Der fremde Gast auf Moorhall

Vorschau

Impressum

Der fremde Gast auf Moorhall

Ein erschütternder Roman um Schuld und Liebe

Von Ina Ritter

Hille Korschen und ihre junge, bezaubernde Tochter Dorit haben vor einigen Jahren Gut Moorhall geerbt. Albert Kramer hatte es ihnen in Dankbarkeit vermacht, nachdem sich beide in aufopfernder Weise bis zu seinem Tode um ihn gekümmert hatten.

Eines Tages erscheint ein Fremder auf Gut Moorhall. Frau Hille nimmt den Mann, der wie ein Landstreicher aussieht, gastfreundlich in ihr Haus auf. Sie ahnt nicht, dass sich mit diesem Tag das Leben auf dem einsamen Gut dramatisch ändert. Denn der Fremde stiftet nicht nur Verwirrung und Unruhe. Das Geheimnis, das ihn umgibt, kann Mutter und Tochter ins Unglück stürzen ...

Die Landstraße lag im weißen Mondlicht grau und endlos vor dem Mann, der mit langausgreifenden Schritten an ihrem Rande entlangging. Die Bäume hoben sich wie Schatten von dem nachtdunklen Himmel ab. Irgendwo krächzte ein Vogel, aber den Mann schreckte der heisere Ruf nicht.

Das Land war flach und eben, und die Landstraße sehr einsam. Ein Graben trennte ihn von der dunklen Wiese, er übersprang ihn und blieb aufatmend auf der anderen Seite stehen.

Jetzt wurde das Geräusch seines Schrittes vom weichen Boden verschlungen. Nur ab und zu gab es ein saugendes, gefährlich gurgelndes Geräusch, Frösche quakten, das Gras wich braunem Gestrüpp, und das Mondlicht spiegelte sich in kleinen Wasserlachen.
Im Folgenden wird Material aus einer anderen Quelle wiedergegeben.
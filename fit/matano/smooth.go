package matano

import (
	"fmt"
	"math"

	"github.com/fickfit/fickfit/fit"
	"github.com/fickfit/fickfit/internal/stats"
)

// Smooth is the monotone curve fitted to a couple's profile before it is
// differentiated and integrated:
//
//	C(x) = CL + (CR − CL)·Y(x),  Y(x) = Σₖ wₖ·½(1 + erf((x − mₖ)/sₖ)),
//
// with wₖ > 0, Σwₖ = 1 and sₖ > 0, so Y rises monotonically from 0 to 1
// and x(C) is single-valued. Why a sum of error functions: the couple with
// a constant D is exactly one term (Crank 1975, ch. 2, from memory), so the
// smoother adds no bias there; further terms take up the asymmetry that a
// concentration-dependent D gives; monotonicity holds by construction, and
// the integrals the Boltzmann–Matano and Sauer–Freise formulas need have
// closed forms, so no quadrature of noisy data is involved. The number of
// terms is set by the user or chosen from the data (see pipeline.run).
type Smooth struct {
	CL, CR  float64   // end compositions (x → −∞ and x → +∞)
	W, M, S []float64 // weights, centres (m) and widths (m) of the terms
}

// Terms returns the number of erf terms.
func (s *Smooth) Terms() int { return len(s.W) }

// Y returns the normalised composition (C − CL)/(CR − CL) at x.
func (s *Smooth) Y(x float64) float64 {
	var y float64
	for k, w := range s.W {
		y += w * 0.5 * math.Erfc(-(x-s.M[k])/s.S[k])
	}
	return y
}

// At returns C(x).
func (s *Smooth) At(x float64) float64 { return s.CL + (s.CR-s.CL)*s.Y(x) }

// slopeY returns dY/dx at x.
func (s *Smooth) slopeY(x float64) float64 {
	var g float64
	for k, w := range s.W {
		z := (x - s.M[k]) / s.S[k]
		g += w * math.Exp(-z*z) / (s.S[k] * math.SqrtPi)
	}
	return g
}

// Slope returns dC/dx at x.
func (s *Smooth) Slope(x float64) float64 { return (s.CR - s.CL) * s.slopeY(x) }

// MatanoPlane returns the plane x_M of equal areas,
// ∫(x − x_M) dC = 0 over the whole profile; for the erf sum it is Σ wₖ mₖ.
func (s *Smooth) MatanoPlane() float64 {
	var xm float64
	for k, w := range s.W {
		xm += w * s.M[k]
	}
	return xm
}

// Position returns the x at which Y(x) = y, 0 < y < 1, by the project's
// bracketing root finder (stats.Root) between ends 40 widths beyond the
// outermost terms; ok is false outside (0, 1).
func (s *Smooth) Position(y float64) (x float64, ok bool) {
	if !(y > 0 && y < 1) {
		return math.NaN(), false
	}
	lo, hi := math.Inf(1), math.Inf(-1)
	for k := range s.W {
		lo = math.Min(lo, s.M[k]-40*s.S[k])
		hi = math.Max(hi, s.M[k]+40*s.S[k])
	}
	f := func(x float64) float64 { return s.Y(x) - y }
	return stats.Root(f, lo, f(lo), hi, f(hi), 1e-15)
}

// boltzmannMatano returns D at the position x* (Boltzmann–Matano):
//
//	D(C*) = −1/(2t)·(dx/dC)*·∫_{CL}^{C*} (x − x_M) dC,
//
// with ∫_{−∞}^{x*}(x − x_M)·Y′ dx = Σ wₖ[(mₖ − x_M)Φₖ − sₖ e^{−zₖ²}/(2√π)]
// in closed form for the erf sum (Φₖ = ½(1 + erf zₖ), zₖ = (x* − mₖ)/sₖ).
func (s *Smooth) boltzmannMatano(x, t, xm float64) float64 {
	var integral, slope float64
	for k, w := range s.W {
		z := (x - s.M[k]) / s.S[k]
		e := math.Exp(-z * z)
		integral += w * ((s.M[k]-xm)*0.5*math.Erfc(-z) - s.S[k]*e/(2*math.SqrtPi))
		slope += w * e / (s.S[k] * math.SqrtPi)
	}
	return -integral / (2 * t * slope)
}

// sauerFreise returns D at x* (Sauer–Freise), which needs no Matano plane:
//
//	D(Y*) = [(1 − Y*)∫_{−∞}^{x*} Y dx + Y*∫_{x*}^{∞} (1 − Y) dx] / (2t·(dY/dx)*),
//
// with ∫_{−∞}^{x*} Φₖ dx = (sₖ/2)[e^{−z²}/√π + z·erfc(−z)] and
// ∫_{x*}^{∞} (1 − Φₖ) dx = (sₖ/2)[e^{−z²}/√π − z·erfc(z)].
func (s *Smooth) sauerFreise(x, t float64) float64 {
	var left, right, slope, y float64
	for k, w := range s.W {
		z := (x - s.M[k]) / s.S[k]
		e := math.Exp(-z * z)
		left += w * s.S[k] / 2 * (e/math.SqrtPi + z*math.Erfc(-z))
		right += w * s.S[k] / 2 * (e/math.SqrtPi - z*math.Erfc(z))
		slope += w * e / (s.S[k] * math.SqrtPi)
		y += w * 0.5 * math.Erfc(-z)
	}
	return ((1-y)*left + y*right) / (2 * t * slope)
}

// erfSum is the smoother's parametrisation for fitting, on internal
// parameters [CL, CR, m₁, ln s₁, …, m_K, ln s_K, q₂, …, q_K] with
// wₖ = softmax(0, q₂…q_K): every vector is a monotone curve, and the
// widths stay positive and the weights positive and summing to one.
type erfSum struct{ k int }

func (m erfSum) np() int { return 3*m.k + 1 }

// unpack converts internal parameters to a Smooth.
func (m erfSum) unpack(p []float64) *Smooth {
	s := &Smooth{CL: p[0], CR: p[1], W: make([]float64, m.k), M: make([]float64, m.k), S: make([]float64, m.k)}
	m.fill(p, s)
	return s
}

func (m erfSum) fill(p []float64, s *Smooth) {
	s.CL, s.CR = p[0], p[1]
	var sum float64
	qmax := 0.0
	for k := 1; k < m.k; k++ {
		qmax = math.Max(qmax, p[2+2*m.k+k-1])
	}
	for k := 0; k < m.k; k++ {
		q := 0.0
		if k > 0 {
			q = p[2+2*m.k+k-1]
		}
		s.W[k] = math.Exp(q - qmax)
		sum += s.W[k]
		s.M[k] = p[2+2*k]
		s.S[k] = math.Exp(p[3+2*k])
	}
	for k := range s.W {
		s.W[k] /= sum
	}
}

// zTail is the |z| beyond which ½erfc(−z) is 0 or 1 and e^{−z²} negligible
// to double precision (erfc 6 = 2e-17).
const zTail = 6

// values fills s from p and writes C(xᵢ) into f, keeping Φₖ(xᵢ) in
// phi[i·K + k] for jacobian.
func (m erfSum) values(p, x, f []float64, s *Smooth, phi []float64) {
	m.fill(p, s)
	dc := s.CR - s.CL
	for i, xi := range x {
		var y float64
		row := phi[i*m.k : (i+1)*m.k]
		for k, w := range s.W {
			z := (xi - s.M[k]) / s.S[k]
			switch {
			case z > zTail:
				row[k] = 1
			case z < -zTail:
				row[k] = 0
			default:
				row[k] = 0.5 * math.Erfc(-z)
			}
			y += w * row[k]
		}
		f[i] = s.CL + dc*y
	}
}

// jacobian writes ∂C(xᵢ)/∂p into jac (row-major, len(x) × np) at the
// parameters values last filled into s, with its phi.
func (m erfSum) jacobian(x []float64, s *Smooth, phi, jac []float64) {
	np := m.np()
	dc := s.CR - s.CL
	for i, xi := range x {
		row := jac[i*np : (i+1)*np]
		ph := phi[i*m.k : (i+1)*m.k]
		var y float64
		for k, w := range s.W {
			y += w * ph[k]
		}
		row[0], row[1] = 1-y, y
		for k, w := range s.W {
			z := (xi - s.M[k]) / s.S[k]
			var g float64 // ∂C/∂z
			if z >= -zTail && z <= zTail {
				g = dc * w * math.Exp(-z*z) / math.SqrtPi
			}
			row[2+2*k] = -g / s.S[k]
			row[3+2*k] = -g * z
			if k > 0 {
				row[2+2*m.k+k-1] = dc * w * (ph[k] - y)
			}
		}
	}
}

// start returns a starting vector for k terms from a one-term fit
// (cl, cr, m, s): k terms of equal weight and width s spread over the
// middle half-width of the one-term curve.
func start(k int, cl, cr, m, s float64) []float64 {
	p := make([]float64, 3*k+1)
	p[0], p[1] = cl, cr
	for j := 0; j < k; j++ {
		f := 0.0
		if k > 1 {
			f = float64(j)/float64(k-1) - 0.5 // −½ … ½
		}
		p[2+2*j] = m + 0.5*s*f
		p[3+2*j] = math.Log(s)
	}
	return p
}

// oneTermStart estimates CL, CR, the centre and the width of a one-term
// fit from depth-ordered data: ends from the outer sixths, centre from the
// half-way crossing, width from the 10 %–90 % crossings (the erf rises
// from 0.1 to 0.9 over 2·erfinv(0.8)·s = 1.8124·s).
func oneTermStart(x, y []float64) (cl, cr, m, s float64, err error) {
	n := len(x)
	k := max(1, min(n/6, 5))
	for i := 0; i < k; i++ {
		cl += y[i]
		cr += y[n-1-i]
	}
	cl /= float64(k)
	cr /= float64(k)
	if cl == cr {
		return 0, 0, 0, 0, fmt.Errorf("%w: both ends of the profile have the same level (%g): not a diffusion couple", fit.ErrBadInput, cl)
	}
	cross := func(frac float64) float64 {
		target := cl + frac*(cr-cl)
		sign := 1.0
		if cr < cl {
			sign = -1
		}
		for i := 1; i < n; i++ {
			a, b := sign*(y[i-1]-target), sign*(y[i]-target)
			if a < 0 && b >= 0 {
				return x[i-1] + a/(a-b)*(x[i]-x[i-1])
			}
		}
		return x[0] + frac*(x[n-1]-x[0])
	}
	m = cross(0.5)
	s = (cross(0.9) - cross(0.1)) / 1.8124
	if !(s > 0) {
		s = (x[n-1] - x[0]) / 8
	}
	return cl, cr, m, s, nil
}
Der Mann ging über ein gefährliches Moor, und er ging wie ein Mensch, der jeden Weg und Steg kennt. Ein Vogel erhob sich dicht vor seinen Füßen und stieg mit schwerem Flügelschlag in die Luft. Der Mann blieb stehen und schaute ihm nach, bis die Finsternis ihn verschlungen hatte.

Ganz in der Ferne war Licht von erleuchteten Fenstern, und je mehr er sich dem Haus näherte, desto deutlicher hörte er verwehte Musik und menschliche Stimmen.

Ein bitteres Lächeln glitt über sein zerfurchtes, von der Sonne dunkelbraun verbranntes Gesicht. Auf Moorhall wurde ein Fest gefeiert, die breiten Flügeltüren zur riesigen Terrasse standen offen. Der Mann sah die Umrisse von Menschen, die sich im Raume bewegten, und das Aufglühen von Zigaretten auf dem kurz geschnittenen Rasen vor dem Gebäude.

Er kam sich wie ein Eindringling vor, als er jetzt zögernd weiterging. Die Sonnenbräune der Haut verbarg seine Erregung, nur in seinen Augen stand ein düsterer Schein.

Ein Pfahl in Kreuzesform stand vor ihm. Er hätte ihn fast umgerannt, so plötzlich tauchte er vor ihm auf. Das Mondlicht reichte gerade, um ihn die in das Holz geschnitzte Inschrift erkennen zu lassen.

»Zur Erinnerung an Michael Kramer, der die Heimat vergessen hat und in fremdem Lande begraben liegt. Möge seine Seele Ruhe finden.«

Ein bitteres Lächeln zuckte um den schmalen, harten Mund des Mannes.

Michael Kramer war tot, begraben in einem fremden Land. Aber seine Seele hatte keine Ruhe gefunden, wie es der Mensch, der diese Tafel aufgestellt, gewünscht hatte.

Seine Seele war unstet, fand nirgends einen Ort, an dem sie verweilen mochte – und niemand wusste es so gut wie er, denn er kannte Michael Kramer, den Toten.

Noch ein paar Meter, dann hatte er die breite Treppe, die zur Terrasse hinaufführte, erreicht.

Er blieb in der Terrassentür stehen, schaute mit ruhigen Augen über die Gäste hinweg und suchte bekannte Gesichter ...

Aber er fand sie nicht. Fremde waren um ihn. Ein Diener packte ihn, um ihn aus seiner Versunkenheit zu reißen.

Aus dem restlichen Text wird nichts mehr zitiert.